3(j)ii Identifies a requirement for weekly monitoring of autoclave performance and the option of applying for derogation from the requirement to validate autoclaves used for making safe waste from Containment Level 1 or 2 laboratories on an annual basis.
3(l)ii Identifies a requirement for annual sealability testing of Containment Level 3 Laboratories and indicates the means of achieving this.
3(l)iii Describes “non-containment” facilities where some, or all, controls may be relaxed subject to approval by the Safety Office.
3(l)iv Describes the various approaches that may be taken to manage circulation spaces, offices, and write-up areas in proximity to Containment Laboratories.
3(l)vii Identifies an explicit requirement for laboratory furniture to be non-permeable.
3(l) ix Identifies a requirement for departments to provide storage for personal items so they are not taken into Containment Laboratories.
3.(l)x Identifies a requirement to make safe or otherwise account for work areas and biological material upon departure from a laboratory or department.
3(m)i Identifies a requirement to wear eye protection at all times when working in Containment Laboratories*. This requirement is based upon the failure of departments to manage risk assessments where eye protection is identified as a control measure, as has been requested repeatedly (see University Policy Statement S8/10 and Memos M20/07 and M6/08), and to reduce significantly the number of accidents and incidents involving eye splash or impact.
The inclusion of this measure has not been undertaken lightly and involved significant debate at many levels, but the number of incidents reported indicates that it is only through chance that no serious or long term injury or infection has occurred to date. The risk to workers of injury or infection is therefore considered to be too great to allow the existing situation to remain. Departments will be expected to enforce this requirement as a matter of priority by whatever means are the most appropriate.
The point also reinforces the requirement for laboratory coats to be worn at all times when working in Containment Laboratories as required in the COSHH and GMO Contained Use Regulations, and also to wear sensible enclosed footwear.
This point addresses the issue of write-up areas within laboratories and the wearing of personal protective equipment.
3(m)iii Reiterates that all new liquid nitrogen storage vessels must be of “vapour phase” type only. It also identifies the expected protocols for removal of pathogenic and non-pathogenic samples from liquid nitrogen storage.
3(m)iv Identifies the option of applying for derogation from the requirement to fumigate biological safety cabinets prior to maintenance where no pathogens are being used.

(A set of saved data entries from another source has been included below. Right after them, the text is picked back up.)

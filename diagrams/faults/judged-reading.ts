import type { Reading } from '../document/reading-schema'
import { nominalBatteryVolts } from '../solver/constants'
import { chargingRange, restingRange, weakRange, type ScaleRange } from './battery-range'
import type { Network } from '../solver/network'
import type { Hypothesis } from './hypothesis'
import { likelihoodOf } from './likelihood'
import { accuracyOf, scalesBetween, windowsOf } from './tolerance-rule'
import type { Prediction } from './prediction'
import type { PredictionTable } from './prediction-table'

/** Steps in which the battery's range is gone through. */
export const batterySteps = 21

/**
 * One reading judged against every cell (numbered through, 0 the good circuit).
 *
 * Cells that foretell the same, to a fiftieth of what the meter can tell, share their likelihoods:
 * most faults leave most readings as they are.
 */
export interface JudgedReading {
  table: PredictionTable
  /** Battery scales that fit, per entry of the table's states; low above high where none does. */
  fitLow: Float64Array
  fitHigh: Float64Array
  /** Per cell: 1 when no state at any battery fits. */
  misfits: Uint8Array
  /** Per cell: which row of `logs`, in the state of its first and of its other end. */
  row: Int32Array
  otherRow: Int32Array
  /** ln of the likelihood at every battery step, row by row. */
  logs: readonly Float64Array[]
  /** The most of each row. */
  peaks: readonly number[]
}

/** `hypotheses` are those of the table, whose cells it numbers through. */
export function judgeReading(
  network: Network,
  hypotheses: readonly Hypothesis[],
  table: PredictionTable,
  reading: Reading,
): JudgedReading {
  const { states, bounds } = table
  const { first, firstBound, bound, low, high, restless } = states
  const cells = first.length - 1
  const scope = { network }
  const windows = windowsOf(reading, scope)
  const range = reading.condition.charging ? chargingRange : restingRange
  const fitLow = new Float64Array(states.state.length).fill(1)
  const fitHigh = new Float64Array(states.state.length)
  const misfits = new Uint8Array(cells)
  const rowsOf = new RowMaker(reading, scope, range)
  const row = new Int32Array(cells)
  const otherRow = new Int32Array(cells)
  const judge = (cell: number, weak: ScaleRange | null) => {
    if (restless[cell]) {
      row[cell] = otherRow[cell] = rowsOf.flat(weak)
      return
    }
    let fits = false
    let one = -1
    let other = -1
    for (let entry = first[cell]!; entry < first[cell + 1]!; entry++) {
      const found = scalesOf(
        bounds,
        bound,
        firstBound[entry]!,
        firstBound[entry + 1]!,
        weak ? weakRange : range,
      )
      if (found) {
        fits = true
        fitLow[entry] = found.low
        fitHigh[entry] = found.high
      }
      if (low[entry]! < 0) continue
      const at = rowsOf.row(bounds[low[entry]!]!, bounds[high[entry]!]!, weak)
      if (one < 0) one = at
      else other = at
    }
    misfits[cell] = fits ? 0 : 1
    row[cell] = one
    otherRow[cell] = other < 0 ? one : other
  }
  const scalesOf = (
    all: readonly Prediction[],
    index: Int32Array,
    from: number,
    to: number,
    within: ScaleRange,
  ): ScaleRange | null => {
    for (let i = from; i < to; i++) if (all[index[i]!]!.live) return within
    return scalesBetween(all, index, from, to, windows, within)
  }
  judge(0, null)
  let cell = 1
  for (const hypothesis of hypotheses) {
    rowsOf.nextHypothesis()
    for (const { low, high } of hypothesis.cells) {
      const weak = hypothesis.mode === 'weak'
      judge(cell++, weak ? { low: low / nominalBatteryVolts, high: high / nominalBatteryVolts } : null)
    }
  }
  return { table, fitLow, fitHigh, misfits, row, otherRow, logs: rowsOf.logs, peaks: rowsOf.peaks }
}

/** Makes rows of likelihoods, a new one only where none of the last few will do. */
class RowMaker {
  readonly logs: Float64Array[] = []
  readonly peaks: number[] = []
  private readonly ends: (readonly [Prediction, Prediction] | null)[] = []
  private readonly same: number
  private recent: number[] = []
  private readonly good: number[] = []
  private flatRow = -1

  constructor(
    private readonly reading: Reading,
    private readonly scope: Parameters<typeof likelihoodOf>[2],
    private readonly range: ScaleRange,
  ) {
    const { percent, floor } = accuracyOf(reading)
    const size = typeof reading.value === 'number' ? Math.abs(reading.value) : 0
    this.same = (0.02 * ((percent / 100) * size + floor)) / 2
  }

  nextHypothesis() {
    if (this.good.length === 0) this.good.push(...this.logs.keys())
    this.recent = []
  }

  flat(weak: ScaleRange | null): number {
    if (weak) return this.make(null, weak)
    return this.flatRow < 0 ? (this.flatRow = this.make(null, null)) : this.flatRow
  }

  row(a: Prediction, b: Prediction, weak: ScaleRange | null): number {
    if (weak) return this.make([a, b], weak)
    for (const at of this.good) if (this.alike(at, a, b)) return at
    for (const at of this.recent) if (this.alike(at, a, b)) return at
    const at = this.make([a, b], null)
    this.recent.push(at)
    if (this.recent.length > 3) this.recent.shift()
    return at
  }

  private alike(at: number, a: Prediction, b: Prediction): boolean {
    const ends = this.ends[at]
    return !!ends && this.near(ends[0], a) && this.near(ends[1], b)
  }

  private near(x: Prediction, y: Prediction): boolean {
    if (x === y) return true
    const { same } = this
    // Ohms run over many decades and the meter tells parts of what it shows.
    const slack = this.reading.kind === 'ohms' ? same + 1e-4 * Math.abs(x.fixed) : same
    return (
      Math.abs(x.battery - y.battery) <= slack &&
      Math.abs(x.fixed - y.fixed) <= slack &&
      Math.abs(x.spread - y.spread) <= slack &&
      x.live === y.live
    )
  }

  private make(ends: readonly [Prediction, Prediction] | null, weak: ScaleRange | null): number {
    const { low, high } = weak ?? this.range
    const likelihood = likelihoodOf(this.reading, ends, this.scope)
    const logs = new Float64Array(batterySteps)
    let peak = -Infinity
    const still = !ends || (ends[0].battery === 0 && ends[1].battery === 0)
    for (let i = 0; i < batterySteps; i++) {
      logs[i] =
        still && i > 0 ? logs[0]! : Math.log(likelihood(low + ((i + 0.5) / batterySteps) * (high - low)))
      peak = Math.max(peak, logs[i]!)
    }
    this.ends.push(ends)
    this.peaks.push(peak)
    return this.logs.push(logs) - 1
  }
}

3(m)vi Stresses that needles must never be re-sheathed before disposal unless safe means of doing so for operational reasons have been introduced and approved. This information must be imparted to all laboratory workers.
* NB The Safety Office will provide funding for the purchase of appropriate eye protection in the first instance. Departments should make their own arrangements for obtaining eye protection and apply to the Safety Office for reimbursement by presentation of a copy of the paid invoice. However, purchases must be approved by the Safety Office in advance of ordering to ensure that appropriate items will be purchased. A number of quotes have been obtained and it should be possible to provide a range of acceptable models to suit all workers for about £5 per pair or less.
Departments must purchase prescription eye protection themselves where eye protection is required by risk assessment and safety over-spectacles are not appropriate for the activity.